Ali also, in a style both stylish and poetic, as well as powerfully dissident, completely disposes of the "jackals" and their arguments for war in Iraq. This war was about oil, control of natural resources BUT also, about imperial hegemony and asserting US control of a strategically crucial region of the world. And as for this "concern of human rights", the US government cares as much about human rights in Iraq as it did in the 80s and in Saudi Arabia today. (Just curious, but for the neo-cons and reactionaries, what's the excuse now for supporting this brutal dictatorship in Saudi Arabia? In Iraq, the excuse was "It's a Cold War man! Lesser of two Evils! Blah Blah Blah"...OK, so what's the excuse now? No Cold War, No Soviet Union, yet we still back this regime to the tilt. What are the apologists saying this time I wonder.)

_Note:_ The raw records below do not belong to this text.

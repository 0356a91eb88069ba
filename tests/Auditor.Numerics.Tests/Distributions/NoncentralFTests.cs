using System.Text.Json;
using Auditor.Numerics.Distributions;

namespace Auditor.Numerics.Tests.Distributions;

/// <summary>Against 80-digit values (values/make_values.py), and six points made elsewhere at 40 digits (vectors/noncentral_f.json).</summary>
public sealed class NoncentralFTests
{
    private static List<Dictionary<string, string>> Rows => ValueFile.Rows("noncentral_f.csv", 500);

    private static List<Dictionary<string, string>> Inverses => ValueFile.Rows("noncentral_f_inverse.csv", 450);

    [Fact]
    public void Cumulative_agrees_with_high_precision_values() =>
        ValueFile.AllClose(Rows, "cumulative", r => NoncentralF.Cumulative(r.Number("f"), r.Number("df1"), r.Number("df2"), r.Number("lambda")));

    [Fact]
    public void Survival_agrees_with_high_precision_values() =>
        ValueFile.AllClose(Rows, "survival", r => NoncentralF.Survival(r.Number("f"), r.Number("df1"), r.Number("df2"), r.Number("lambda")));

    [Fact]
    public void Noncentrality_agrees_with_high_precision_inverses() =>
        ValueFile.AllClose(Inverses.Where(r => r["kind"] == "cumulative"), "lambda", r => NoncentralF.Noncentrality(r.Number("f"), r.Number("df1"), r.Number("df2"), r.Number("p")) ?? double.NaN);

    [Fact]
    public void Noncentrality_for_power_agrees_with_high_precision_inverses() =>
        ValueFile.AllClose(Inverses.Where(r => r["kind"] == "power"), "lambda", r => NoncentralF.NoncentralityForPower(r.Number("f"), r.Number("df1"), r.Number("df2"), r.Number("p")) ?? double.NaN);

    [Fact]
    public void Probability_at_the_inverse_is_the_one_asked_for()
    {
        foreach (Dictionary<string, string> row in Inverses)
        {
            (double f, double df1, double df2, double p) = (row.Number("f"), row.Number("df1"), row.Number("df2"), row.Number("p"));
            double back = row["kind"] == "power"
                ? NoncentralF.Survival(f, df1, df2, NoncentralF.NoncentralityForPower(f, df1, df2, p) ?? double.NaN)
                : NoncentralF.Cumulative(f, df1, df2, NoncentralF.Noncentrality(f, df1, df2, p) ?? double.NaN);
            Assert.Equal(1, back / p, 1e-10);
        }
    }

    [Fact]
    public void Cumulative_agrees_with_the_shared_vectors()
    {
        using JsonDocument file = JsonDocument.Parse(File.ReadAllText(Path.Combine(AppContext.BaseDirectory, "vectors", "noncentral_f.json")));
        JsonElement[] points = [.. file.RootElement.GetProperty("inputs").GetProperty("points").EnumerateArray()];
        JsonElement[] expected = [.. file.RootElement.GetProperty("outputs").GetProperty("cdf").EnumerateArray()];
        Assert.Equal(6, points.Length);
        foreach ((JsonElement point, JsonElement value) in points.Zip(expected))
        {
            double Get(string name) => point.GetProperty(name).GetDouble();
            Assert.Equal(1, NoncentralF.Cumulative(Get("x"), Get("df1"), Get("df2"), Get("lambda")) / value.GetDouble(), 1e-9);
        }
    }

    /// <summary>
    /// df1 = 1, df2 = +inf: F' is (Z + sqrt(lambda))², so its tails are normal ones, in closed form.
    /// </summary>
    [Theory]
    [InlineData(0.5, 0.3)]
    [InlineData(0.1, 40)]
    [InlineData(30, 400)]
    [InlineData(900, 1)]
    public void One_numerator_degree_over_infinitely_many_is_a_shifted_normal(double f, double lambda)
    {
        (double r, double shift) = (Math.Sqrt(f), Math.Sqrt(lambda));
        double outside = StandardNormal.UpperTail(r - shift) + StandardNormal.UpperTail(r + shift);
        Assert.Equal(1, NoncentralF.Survival(f, 1, double.PositiveInfinity, lambda) / outside, 1e-10);
        double inside = StandardNormal.UpperTail(shift - r) - StandardNormal.UpperTail(shift + r);
        Assert.Equal(1, NoncentralF.Cumulative(f, 1, double.PositiveInfinity, lambda) / inside, 1e-10);
    }

    /// <summary>
    /// An all but perfect fit has a huge F. The numerator is then as good as fixed at lambda/df1, so P(F' &lt;= f) = P(chi-squared(df2) >= df2 lambda/(df1 f)).
    /// </summary>
    [Theory]
    [InlineData(1e14, 0.05)]
    [InlineData(1e25, 0.95)]
    [InlineData(1e28, 0.025)]
    [InlineData(1e120, 0.05)]
    public void Noncentrality_of_a_huge_statistic_follows_from_the_denominator_alone(double f, double cumulative)
    {
        double lambda = NoncentralF.Noncentrality(f, 3, 17, cumulative) ?? double.NaN;
        Assert.Equal(1, ChiSquared.Survival(17 * (lambda / (3 * f)), 17) / cumulative, 1e-10);
    }

    [Fact]
    public void Limit_is_0_when_the_central_probability_is_already_small_enough()
    {
        double central = FisherF.Cumulative(0.3, 2, 50);
        Assert.Equal(0, NoncentralF.Noncentrality(0.3, 2, 50, central));
        Assert.Equal(0, NoncentralF.Noncentrality(0.3, 2, 50, 0.95));
        Assert.True(NoncentralF.Noncentrality(0.3, 2, 50, central * 0.999) > 0);
        Assert.Equal(0, NoncentralF.Noncentrality(3, 2, 50, 1));
        Assert.Equal(0, NoncentralF.NoncentralityForPower(3.1, 2, 50, 0.01));
    }

    [Fact]
    public void Unattainable_is_null()
    {
        Assert.Null(NoncentralF.Noncentrality(double.PositiveInfinity, 2, 50, 0.05));
        Assert.Null(NoncentralF.Noncentrality(3, 2, 50, 0));
        Assert.Null(NoncentralF.NoncentralityForPower(double.PositiveInfinity, 2, 50, 0.8));
        Assert.Null(NoncentralF.NoncentralityForPower(3, 2, 50, 1));
    }

    [Fact]
    public void Ends_of_the_range()
    {
        Assert.Equal(0, NoncentralF.Cumulative(0, 2, 50, 4));
        Assert.Equal(1, NoncentralF.Survival(0, 2, 50, 4));
        Assert.Equal(1, NoncentralF.Cumulative(double.PositiveInfinity, 2, 50, 4));
        Assert.Equal(0, NoncentralF.Survival(double.PositiveInfinity, 2, 50, 4));
        Assert.Equal(FisherF.Cumulative(1.7, 2, 50), NoncentralF.Cumulative(1.7, 2, 50, 0));
        Assert.Equal(FisherF.Survival(1.7, 2, 50), NoncentralF.Survival(1.7, 2, 50, 0));
    }

    [Theory]
    [InlineData(1e300, 1e9, 1e9, 1e-5)]
    [InlineData(1e100, 1e-3, double.PositiveInfinity, 1e-5)]
    [InlineData(1e300, 0.1, double.PositiveInfinity, 1e20)]
    [InlineData(1e-300, 0.5, 1e9, 1e300)]
    public void Far_corners_end_and_add_up_to_1(double f, double df1, double df2, double lambda) =>
        Assert.Equal(1, NoncentralF.Survival(f, df1, df2, lambda) + NoncentralF.Cumulative(f, df1, df2, lambda), 1e-11);

    [Theory]
    [InlineData(-1, 2, 1)]
    [InlineData(1, double.PositiveInfinity, 1)]
    [InlineData(1, 2, -1)]
    [InlineData(1, 2, double.NaN)]
    [InlineData(1, 2, double.PositiveInfinity)]
    public void Arguments_outside_the_range_are_a_bug_of_the_caller(double f, double df1, double lambda) =>
        Assert.Throws<ArgumentOutOfRangeException>(() => NoncentralF.Survival(f, df1, 50, lambda));
}
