using Auditor.Numerics.Distributions;

namespace Auditor.Numerics.Elimination;

/// <summary>The law of theta when the group has no effect and errors are normal with equal variance: tan² theta df2/df1 follows F(df1, df2).</summary>
internal sealed class ThetaLaw(double df1, double df2)
{
    /// <summary>Log probability to which the grid's tails go, below that of the observed theta where it is smaller.</summary>
    private static readonly double TailTo = Math.Log(1e-12);

    private const int Bulk = 400;
    private const double NodeStep = 1;
    private const int Between = 4;
    private const int Doublings = 10;

    public double Statistic(double tangent) => tangent * tangent * df2 / df1;

    public double LogUpper(double tangent) => FisherF.LogSurvival(Statistic(tangent), df1, df2);

    /// <summary>Log of the probability between two tangents, from the tail in which it keeps its digits; minus infinity when it is 0.</summary>
    public double LogBetween(double from, double to)
    {
        var (upperFrom, upperTo) = (LogUpper(from), double.IsPositiveInfinity(to) ? double.NegativeInfinity : LogUpper(to));
        if (upperFrom < -Math.Log(2))
        {
            return LogDifference(upperFrom, upperTo);
        }

        var lowerFrom = Math.Log(FisherF.Cumulative(Statistic(from), df1, df2));
        var lowerTo = double.IsPositiveInfinity(to) ? 0 : upperTo < -Math.Log(2) ? LogDifference(0, upperTo) : Math.Log(FisherF.Cumulative(Statistic(to), df1, df2));
        return LogDifference(lowerTo, lowerFrom);
    }

    /// <summary>
    /// Tangents in ascending order: 400 equal steps of probability, then equal steps of its logit into both tails, to 1e-12 of the tail and to 1e-12 of what lies
    /// beyond the observed theta, and that theta itself. Between nodes the quantile is interpolated: a grid need not be exact.
    /// </summary>
    public double[] Grid(double observed)
    {
        var least = TailTo + Math.Min(0, Math.Log(FisherF.Cumulative(Statistic(observed), df1, df2)));
        var most = -TailTo - Math.Min(0, LogUpper(observed));
        var nodes = Nodes(least, most);
        var bulk = Enumerable.Range(0, Bulk).Select(i => Logit((i + 0.5) / Bulk));
        var tails = Enumerable.Range(0, nodes.Count - 1).SelectMany(i => Enumerable.Range(0, Between).Select(k => nodes[i].Logit + (k * (nodes[i + 1].Logit - nodes[i].Logit) / Between)));
        var around = Enumerable.Range(0, Doublings).Select(k => Math.ScaleB(observed, k));
        return [.. bulk.Concat(tails).Where(logit => logit >= nodes[0].Logit && logit <= nodes[^1].Logit)
            .Select(logit => Math.Exp(Interpolated(nodes, logit) / 2)).Concat(around).Where(x => x > 0 && double.IsFinite(x)).Distinct().Order()];
    }

    private static double Logit(double p) => Math.Log(p / (1 - p));

    /// <summary>log(e^a - e^b), b at most a.</summary>
    private static double LogDifference(double a, double b) =>
        b >= a ? double.NegativeInfinity : a + Deviance.LogComplement(b - a);

    /// <summary>Logits with the log of tan² theta there. Steps widen with the distance from the middle, so that a far tail costs little.</summary>
    private List<(double Logit, double LogSquare)> Nodes(double least, double most)
    {
        var nodes = new List<(double, double)>();
        for (var logit = least; logit < most + NodeStep; logit += NodeStep * Math.Max(1, Math.Abs(logit) / 30))
        {
            var upper = 1 / (1 + Math.Exp(logit));
            var f = logit <= 700 && upper > 0 ? FisherF.UpperQuantile(upper, df1, df2) : double.PositiveInfinity;
            if (f > 0 && double.IsFinite(f))
            {
                nodes.Add((logit, Math.Log(f * df1 / df2)));
            }
        }

        return nodes;
    }

    private static double Interpolated(List<(double Logit, double LogSquare)> nodes, double logit)
    {
        var above = nodes.FindIndex(node => node.Logit >= logit);
        if (above <= 0)
        {
            return nodes[Math.Max(above, 0)].LogSquare;
        }

        var (low, high) = (nodes[above - 1], nodes[above]);
        return low.LogSquare + ((high.LogSquare - low.LogSquare) * (logit - low.Logit) / (high.Logit - low.Logit));
    }
}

Tariq Ali has written a very important, extremely well-written and most valuable book that not only gives us an important history of Iraq and the Middle East that we ought not forget, but also a highly critical (and highly entertaining) critique of US foreign policy. Ali's passion for humanity is moving and his contempt for fundamentalisms; both in the Middle East and in the West, is equally as essential. Well worth your time.
| | Good Man - Great Thought- Value-for-Money Reading by Ajay Auti (Dubai, UAE) 5 Stars February 17, 2005 Kudos to Tariq Ali. He is excellent in his thought and gives us a great deal of insight into the sinister plans of the neo-cons who are ruling the White-house. How they have taken on the European leaders into their fold, how they have fooled the Western Junta, the common man.
Highly recommended reading. Good, fresh outlook. Away from the daily drum-beating of US media.